ArrayList newTotalWords = new ArrayList(totalWords.Count);
for(int i = 0; i < totalWords.Count ; i++)
{
if (!stopWords.Contains(totalWords[i]))
{
newTotalWords.Add(totalWords[i]);
}
}

If you can sort the stopwords list then you can even use BinarySearch here:

stopWords.Sort();
ArrayList newTotalWords = new ArrayList(totalWords.Count);
for(int i = 0; i < totalWords.Count ; i++)
{
if (stopWords.BinarySearch(totalWords[i]) < 0)
{
newTotalWords.Add(totalWords[i]);
}
}

Rizwan Rathore

Thanks alot sir, its working really fine even better than my expectations i ve used the 2nd option of sorting the stopwords list and then applying binary search over it..... Sir now i have another similar sort of problem....after removing the stopwords i hve to make an inverted index of the remaining words i.e to keep the record that how documents contain a certain word and how many times this word occurs in that particular file.......i ve done that but again the time is the major problem it takes lots of time i m wrting the code down wich i m using to do this..... temp is to keep the record of the current document number wIndex keeps the record of the objects of Teminology class each object of this class keeps track of all the info about a certain term.

for(int i = 0; i < wordList.Count; i++)
{
//the control will come here when all the words of doc are compared
if (wordList[i].ToString().Equals(EOF))
{
temp++;
continue;
}
word[wIndex] = new Terminology();
word[wIndex].term = wordList[i].ToString();
termCount = 1;
cDocNo = temp;
jtemp = 0;
for(int j = i+1; j < wordList.Count; j++)
{
//control will come here when a term is compared with all
//the words of a document
if(i == j)
continue;

	if(cDocNo >= 1 && jtemp == 0 && temp >=1 )
	{
		jtemp++;
		for(int k = 0; k< cDocNo;k++)
		{
                            //saving the term and document frequency of the word.(i.e in how many documents it occurs and how many times in each doc)

			word\[wIndex\].tf.Add(0);
			word\[wIndex\].docID.Add(k+1);
		}
	}

//EOF of end of file marker wich tells when the words of a certain doc have ended.

            if(wordList\[j\].ToString().Equals(EOF))
	{

//as a certain document has ended so incrementing in current doc number

		cDocNo++;
		word\[wIndex\].tf.Add(termCount);
		word\[wIndex\].docID.Add(cDocNo);

//now incrementing the term freq if it is greater than zero

		if(termCount >= 1)
		{										//storing word frequency
			word\[wIndex\].df++;
			docCount++;
			termCount = 0;
		}
						
		continue; 
	}
		
	//checking the repetition of terms
	if(wordList\[i\].Equals(wordList\[j\]))
	{			
		wordList.RemoveAt(j);
		termCount++;
		j--;
	}
				
}
wIndex++;

}

any suggestions to improve the efficiency of this code will b welcomed looking forward for help Regards, -- modified at 10:34 Thursday 18th May, 2006

Robert Rohde

Could you please correct your post.

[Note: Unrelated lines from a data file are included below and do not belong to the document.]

function rectHssEntry(row: Row): CatalogueEntry {
  const [designation, , W, Ht, B, tnom, tdes] = row as unknown as [string, string, number, number, number, number, number];
  return { designation, family: 'HSS', source: AISC_SOURCE, nominalWeight: W, depth: Ht, dimensions: { Ht, B, tnom, tdes }, shape: 'rect-tube', params: { H: Ht, B, t: tdes, r: 2 * tdes }, modelling: [HSS_NOTE, 'outside corner radius 2·tdes, inside radius tdes (AISC Shapes Database v15.0 user note)'], caveats: publishedCaveats(designation), userDefined: false };
}

function roundHssEntry(row: Row): CatalogueEntry {
  const [designation, , W, OD, tnom, tdes] = row as unknown as [string, string, number, number, number, number];
  const nominal = Number(/^HSS([\d.]+)X/.exec(designation)?.[1] ?? Number.NaN);
  return { designation, family: 'HSS', source: AISC_SOURCE, nominalWeight: W, depth: nominal, dimensions: { OD, tnom, tdes }, shape: 'pipe', params: { OD: nominal, t: tdes }, modelling: [HSS_NOTE, `nominal OD ${nominal} from the label (the printed OD ${OD} is rounded)`], caveats: publishedCaveats(designation), userDefined: false };
}

function pipeEntry(row: Row): CatalogueEntry {
  const [designation, , W, OD, ID, tnom, tdes] = row as unknown as [string, string, number, number, number, number, number];
  return { designation, family: 'Pipe', source: AISC_SOURCE, nominalWeight: W, depth: OD, dimensions: { OD, ID, tnom, tdes }, shape: 'pipe', params: { OD, t: tdes }, modelling: [HSS_NOTE, 'the published ID is nominal (OD − 2·tnom); the bore used is OD − 2·tdes'], caveats: publishedCaveats(designation), userDefined: false };
}

function lumberEntries(): CatalogueEntry[] {
  return DRESSED_SIZES.map((s) => ({
    designation: s.nominal,
    family: 'lumber' as const,
    source: LUMBER_SOURCE,
    depth: s.d,
    dimensions: { b: s.b, d: s.d },
    shape: 'lumber',
    params: { b: s.nominalB, d: s.nominalD, plies: 1 },
    modelling: [`dressed ${s.b} × ${s.d} in, ${s.condition} (${s.category})`],
    caveats: [],
    userDefined: false,
  }));
}

function catalogueOf(entries: readonly CatalogueEntry[]): Catalogue {
  return { entries, byKey: new Map(entries.map((e) => [designationKey(e.designation), e])) };
}

const STANDARD: Catalogue = catalogueOf([
  ...I_ROWS.map(flangedEntry),
  ...L_ROWS.map(angleEntry),
  ...DOUBLE_L_ROWS.map(doubleAngleEntry),
  ...HSSR_ROWS.map(rectHssEntry),
  ...HSSC_ROWS.map(roundHssEntry),
  ...PIPE_ROWS.map(pipeEntry),
  ...lumberEntries(),
]);

/** The standard catalogue: AISC v15.0 shapes and NDS dressed lumber. */
export function standardCatalogue(): Catalogue {
  return STANDARD;
}

/** The entry for a designation (case and spaces ignored), or undefined. */
export function catalogueEntry(designation: string, catalogue: Catalogue = STANDARD): CatalogueEntry | undefined {
  return catalogue.byKey.get(designationKey(designation));
}

export interface CatalogueQuery {
  /** Part of the designation, case and spaces ignored ("w14", "2x1"). */
  readonly text?: string;
  readonly family?: Family;
  /** Overall depth range, in. */
  readonly depthMin?: number;
  readonly depthMax?: number;
  /** Nominal weight range, lb/ft; entries without a published weight are left out when given. */
  readonly weightMin?: number;
  readonly weightMax?: number;
  readonly limit?: number;
}

/** Entries matching every given criterion, in catalogue order. */
export function searchCatalogue(query: CatalogueQuery, catalogue: Catalogue = STANDARD): CatalogueEntry[] {
  const text = query.text === undefined ? '' : designationKey(query.text);
  const byWeight = query.weightMin !== undefined || query.weightMax !== undefined;
  const found = catalogue.entries.filter(
    (e) =>
      (text === '' || designationKey(e.designation).includes(text)) &&
      (query.family === undefined || e.family === query.family) &&
      (query.depthMin === undefined || e.depth >= query.depthMin) &&
      (query.depthMax === undefined || e.depth <= query.depthMax) &&
      (!byWeight || (e.nominalWeight !== undefined && e.nominalWeight >= (query.weightMin ?? -Infinity) && e.nominalWeight <= (query.weightMax ?? Infinity))),
  );
  return query.limit === undefined ? found : found.slice(0, query.limit);
}

/** What the user supplies for a catalogue entry of their own. */
export interface UserEntry {
  readonly designation: string;
  readonly shape: string;
  /** Dimensions in inches by the part type's symbols. */
  readonly params: Readonly<Record<string, number>>;
  readonly nominalWeight?: number;
  readonly note?: string;
}

function userEntryProblems(entry: UserEntry, base: Catalogue, seen: Set<string>): Diagnostic[] {
  const name = entry.designation.trim();
  const bad = (message: string): Diagnostic => ({ code: 'bad-parameter', part: name || '(unnamed)', message: `catalogue entry "${name}": ${message}` });
  if (name === '') return [bad('the designation is empty')];
  const key = designationKey(name);
  if (base.byKey.has(key)) return [bad('a standard entry already has this designation; choose another name')];
  if (seen.has(key)) return [bad('this designation is given twice')];
  const type = getPartType(entry.shape);
  if (type === undefined) return [bad(`unknown part type "${entry.shape}"`)];
  if (entry.nominalWeight !== undefined && !(entry.nominalWeight > 0)) return [bad(`nominal weight ${entry.nominalWeight} must be greater than 0`)];
  return type.region(entry.params).diagnostics.map((d) => bad(d.message));
}

/**
 * A catalogue that also holds the user's entries (pure: the document or the app stores them).
 * Invalid entries are left out and reported, one diagnostic each.
 */
export function withUserEntries(entries: readonly UserEntry[], base: Catalogue = STANDARD): { catalogue: Catalogue; diagnostics: Diagnostic[] } {
  const diagnostics: Diagnostic[] = [];
  const seen = new Set<string>();
  const added: CatalogueEntry[] = [];
  for (const entry of entries) {
    const problems = userEntryProblems(entry, base, seen);
    diagnostics.push(...problems);
    if (problems.length > 0) continue;
    seen.add(designationKey(entry.designation));
    const p = entry.params;
    added.push({
      designation: entry.designation.trim(),
      family: 'user',
      source: 'user entry',
      ...(entry.nominalWeight === undefined ? {} : { nominalWeight: entry.nominalWeight }),
      depth: p['d'] ?? p['H'] ?? p['OD'] ?? p['t'] ?? 0,
      dimensions: { ...p },
      shape: entry.shape,
      params: { ...p },
      modelling: entry.note === undefined ? [] : [entry.note],
      caveats: [],
      userDefined: true,
    });
  }
  return { catalogue: catalogueOf([...base.entries, ...added]), diagnostics };
}

export type PartFromDesignation =
  | { readonly ok: true; readonly shape: string; readonly params: Readonly<Record<string, number>>; readonly designation: string; readonly entry: CatalogueEntry }
  | { readonly ok: false; readonly message: string };

/** Designations that share the longest start with `designation` (for "did you mean"). */
export function similarDesignations(designation: string, catalogue: Catalogue = STANDARD, count = 5): string[] {
  const key = designationKey(designation);
  let best: { prefix: number; names: string[] } = { prefix: 0, names: [] };
  for (const [k, e] of catalogue.byKey) {
    let n = 0;
    while (n < k.length && n < key.length && k[n] === key[n]) n++;
    if (n > best.prefix) best = { prefix: n, names: [e.designation] };
    else if (n === best.prefix && n > 0 && best.names.length < count) best.names.push(e.designation);
  }
  return best.names;
}

/** The part (shape and dimensions in inches) a designation builds, or a message naming close ones. */
export function partFromDesignation(designation: string, catalogue: Catalogue = STANDARD): PartFromDesignation {
  const entry = catalogueEntry(designation, catalogue);
  if (entry !== undefined) return { ok: true, shape: entry.shape, params: entry.params, designation: entry.designation, entry };
  const close = similarDesignations(designation, catalogue);
  const hint = close.length > 0 ? `; close: ${close.join(', ')}` : '';
  return { ok: false, message: `no catalogue entry "${designation}"${hint}` };
}

/**
 * What a user typed, read as a designation: upper case, "×" as X, "2 x 10" → 2X10, "w14 90" →
 * W14X90 (a space between two numbers is the X), other spaces dropped.
 */
export function queryKey(text: string): string {
  return text
    .trim()
    .toUpperCase()
    .replace(/×/g, 'X')
    .replace(/\s*X\s*/g, 'X')
    .replace(/(\d)\s+(?=\d)/g, '$1X')
    .replace(/\s+/g, '');
}

/** A nominal lumber size as typed ("2X10", "4X4"): digits X digits, nothing else. */
const LUMBER_QUERY = /^\d+X\d+$/;

/** The number after the last X of a key ("W14X90" → 90), for nearest-weight ordering. */
function lastNumber(key: string): number {
  const m = /X(\d+(?:\.\d+)?)$/.exec(key);
  return m === null ? Number.NaN : Number(m[1]);
}

/**
 * Entries matching typed text, closest first: an exact designation, then designations that start
 * with the text, then ones that contain it, then shapes of the same family and depth ordered by
 * how near their nominal weight is to the one typed ("W14X91" finds W14X90 first). When the text
 * is a lumber size ("2x10", "2 x 10"), lumber comes before steel at every rank.
 */
export function findShapes(text: string, catalogue: Catalogue = STANDARD, limit = 20): CatalogueEntry[] {
  const q = queryKey(text);
  if (q === '') return [];
  const lumberFirst = LUMBER_QUERY.test(q);
  const stem = /^([A-Z]+[\d.]+X)/.exec(q)?.[1];
  const wanted = lastNumber(q);
  const ranked: { entry: CatalogueEntry; rank: number; near: number; order: number }[] = [];
  catalogue.entries.forEach((entry, order) => {
    const key = designationKey(entry.designation);
    let rank: number;
    let near = key.length - q.length;
    if (key === q) rank = 0;
    else if (key.startsWith(q)) rank = 1;
    else if (key.includes(q)) rank = 2;
    else if (stem !== undefined && key.startsWith(stem) && Number.isFinite(wanted)) {
      rank = 3;
      near = Math.abs(lastNumber(key) - wanted);
    } else return;
    ranked.push({ entry, rank, near, order });
  });
  const steel = (e: CatalogueEntry): number => (lumberFirst && e.family !== 'lumber' ? 1 : 0);
  ranked.sort((a, b) => steel(a.entry) - steel(b.entry) || a.rank - b.rank || a.near - b.near || a.order - b.order);
  return ranked.slice(0, limit).map((r) => r.entry);
}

There seems to be some errors in it like:

for(int j = i+1;j

I could guess what should be there but its easier if you repost.

Rizwan Rathore

i ve modified the code plzz check it

Robert Rohde

To be honest I have not fully understood your code (and I currently do not have the time to invest into this). First of all you should check if it is really doing what you are expecting (probably with some small sample data). The only thing I can advice you is to avoid using RemoveAt on the wordList. For your understanding: If you remove the first element in an ArrayList it will copy all other elements internally (which in this case means copying 9999 words). Also you have again the problem not being able to use BinarySearch. You could try to reorganzie your data. Instead of having one big list you could have separate lists for each document. You could then sort each of those without losing the reference to their respective documents and do some BinarySearches. I probably have some time later on. As performance tuning is fun for me you could send me the complete code by mail (along with some sample data).